Find every line in the records below that holds the word "toBeDefined", and copy it out.

┄┄┄┄┄┄

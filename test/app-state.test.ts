/**
 * The web app's working state (app/state.ts): every edit a user can make, as pure functions. The starting state
 * is the demo scenario read the way the CLI reads it; a tiny inline scenario covers how the first network is
 * chosen. Each refused edit is checked for an InputError naming the field and for leaving the state it was given
 * exactly as it was (deep-compared with a structuredClone taken before the call).
 */
import { beforeAll, describe, expect, it } from 'vitest';
import { InputError, isInputError } from '../shared/errors.ts';
import {
  parseScenario,
  ScenarioError,
  type Scenario,
  type SensorType,
  type Volume,
  type RadarType,
} from '../shared/scenario.ts';
import { loadScenario } from '../worker/cli/scenario.ts';
import { readFileSync } from 'node:fs';
import { csvLocator, readSitesCsv } from '../worker/io/scenario-text.ts';
import { readSitesFile } from '../app/files.ts';
import proj4 from 'proj4';
import { checkFilesAlone, newStudyDefaultText, studyOnTerrain } from '../app/new-study.ts';
import type { TerrainSummary } from '../worker/runtime/engine.ts';
import { NEW_STUDY_DEFAULTS } from '../worker/io/new-study.ts';
import { APP_VERSION, appProvenance, geoJsonWithProvenance, sha256Hex } from '../app/provenance.ts';
import {
  addSensorType,
  addSite,
  addVolume,
  COLD_DAY,
  dayOf,
  DEFAULT_LAYERS,
  editSite,
  editVolume,
  errorLines,
  isColdDay,
  moveSite,
  removeLayout,
  removeSensorType,
  removeSite,
  removeVolume,
  replaceSensorType,
  offerText,
  replaceSites,
  restoreState,
  saveLayout,
  scenarioFileText,
  setDay,
  setFailed,
  setFlightLevels,
  setNetwork,
  setTarget,
  setVolumeTarget,
  sitesOffer,
  STANDARD_DAY,
  stateFromScenario,
  toggleSensor,
  useLayout,
  validateDoc,
  type SensorRef,
  type WorkState,
} from '../app/state.ts';
import { FIXTURE_PRIMARY, FIXTURE_SECONDARY, ring } from './support/scenario-fixture.ts';

let demo: Scenario;
beforeAll(async () => {
  ({ scenario: demo } = await loadScenario('data/demo-scenario.json', { checkTerrainFiles: false }));
});

/** A fresh state from the demo (its own copy of the scenario, so no test can leak into another). */
const fresh = (): WorkState => stateFromScenario(structuredClone(demo), 'demo-scenario.json');

const siteIds = (s: WorkState) => s.doc.sites.features.map((f) => f.properties.id);
const siteOf = (s: WorkState, id: string) => {
  const f = s.doc.sites.features.find((x) => x.properties.id === id);
  if (!f) throw new Error(`test: no site ${id}`);
  return f;
};
const typeOf = (s: WorkState, id: string): SensorType => {
  const t = s.doc.sensorTypes.find((x) => x.id === id);
  if (!t) throw new Error(`test: no sensor type ${id}`);
  return t;
};
const layoutOf = (s: WorkState, name: string) => {
  const l = s.doc.layouts.find((x) => x.name === name);
  if (!l) throw new Error(`test: no layout ${name}`);
  return l;
};
const has = (list: SensorRef[], siteId: string, typeId: string) =>
  list.some((r) => r.siteId === siteId && r.typeId === typeId);

/** Runs an edit that must be refused: an InputError whose message contains `field`, and `state` untouched. */
function expectRefused(state: WorkState, edit: (s: WorkState) => unknown, field: string): InputError {
  const before = structuredClone(state);
  let thrown: unknown;
  try {
    edit(state);
  } catch (e) {
    thrown = e;
  }
  expect(thrown, `expected the edit to be refused (${field})`).toBeDefined();
  expect(isInputError(thrown), `expected an InputError, got ${String(thrown)}`).toBe(true);
  expect((thrown as InputError).message).toContain(field);
  expect(state).toStrictEqual(before);
  return thrown as InputError;
}

/** Runs an edit that must succeed and leave its input untouched; returns the new state. */
function applied<T>(state: WorkState, edit: (s: WorkState) => T): T {
  const before = structuredClone(state);
  const next = edit(state);
  expect(state).toStrictEqual(before);
  return next;
}

const newVolume = (over: Record<string, unknown> = {}) =>
  ({
    name: 'Invented test block',
    polygon: { type: 'Polygon', coordinates: [ring(-29.5, -41.5, -28.5, -40.5)] },
    flMin: 100,
    flMax: 200,
    requiredFold: { any: 1 },
    ...over,
  }) as Omit<Volume, 'id'>;

/** A tiny inline scenario (invented names) for how the first network is chosen. */
function tiny(layouts: { name: string; sensors: SensorRef[] }[]): Scenario {
  const site = (id: string, lon: number, existing: boolean, allowedTypes?: string[]) => ({
    type: 'Feature',
    geometry: { type: 'Point', coordinates: [lon, -41] },
    properties: {
      id,
      name: `Test site ${id}`,
      mastHeightM: 10,
      siteCost: 1,
      existing,
      ...(allowedTypes ? { allowedTypes } : {}),
    },
  });
  return parseScenario(
    {
      name: 'Tiny invented scenario',
      terrain: { files: ['tile.tif'] },
      earth: { kFactor: 4 / 3 },
      grid: { cellArcSec: 60 },
      flightLevels: [120, 80],
      sensorTypes: [FIXTURE_PRIMARY, FIXTURE_SECONDARY],
      sites: {
        type: 'FeatureCollection',
        features: [
          site('north', -30.1, true),
          site('south', -30.2, true, ['ssr-t']),
          site('west', -30.3, false),
        ],
      },
      volumes: [],
      layouts,
    },
    'tiny.json',
  );
}

// ---------------------------------------------------------------------------------------------------

describe('stateFromScenario', () => {
  it('takes the demo layout whose name mentions "exist" as the network, the first flight level, aviation units', () => {
    const s = fresh();
    const layout = demo.layouts.find((l) => l.name === 'existing network');
    expect(layout).toBeDefined();
    expect(s.network).toEqual(layout!.sensors);
    expect(s.network[0]).not.toBe(layout!.sensors[0]); // a copy, not the layout's own entries
    expect(s.view.fl).toBe(demo.flightLevels[0]);
    expect(s.view.kind).toBe('any');
    expect(s.view.layers).toEqual(DEFAULT_LAYERS);
    expect(s.units).toBe('aviation');
    expect(s.failed).toEqual([]);
    expect(s.source).toBe('demo-scenario.json');
    expect(s.doc.sites.type).toBe('FeatureCollection');
    expect(s.doc.sites.features).toEqual(demo.sites);
  });

  it('finds the "exist" layout case-insensitively even when it is not first', () => {
    const s = stateFromScenario(
      tiny([
        { name: 'alpha', sensors: [{ siteId: 'west', typeId: 'psr-t' }] },
        { name: 'The EXISTING kit', sensors: [{ siteId: 'north', typeId: 'ssr-t' }] },
      ]),
      'tiny.json',
      'metric',
    );
    expect(s.network).toEqual([{ siteId: 'north', typeId: 'ssr-t' }]);
    expect(s.units).toBe('metric');
    expect(s.view.fl).toBe(120); // the first flight level as listed, not the lowest
  });

  it('falls back to the first layout when no name mentions "exist"', () => {
    const s = stateFromScenario(
      tiny([
        { name: 'alpha', sensors: [{ siteId: 'west', typeId: 'psr-t' }] },
        { name: 'beta', sensors: [{ siteId: 'north', typeId: 'ssr-t' }] },
      ]),
      'tiny.json',
    );
    expect(s.network).toEqual([{ siteId: 'west', typeId: 'psr-t' }]);
  });

  it('without layouts, puts one sensor on each existing site: its first allowed type, else the first type', () => {
    const s = stateFromScenario(tiny([]), 'tiny.json');
    expect(s.network).toEqual([
      { siteId: 'north', typeId: 'psr-t' },
      { siteId: 'south', typeId: 'ssr-t' },
    ]);
  });
});

// ---------------------------------------------------------------------------------------------------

┄┄┄┄┄┄

Solution
  expect(thrown, `expected the edit to be refused (${field})`).toBeDefined();
    expect(layout).toBeDefined();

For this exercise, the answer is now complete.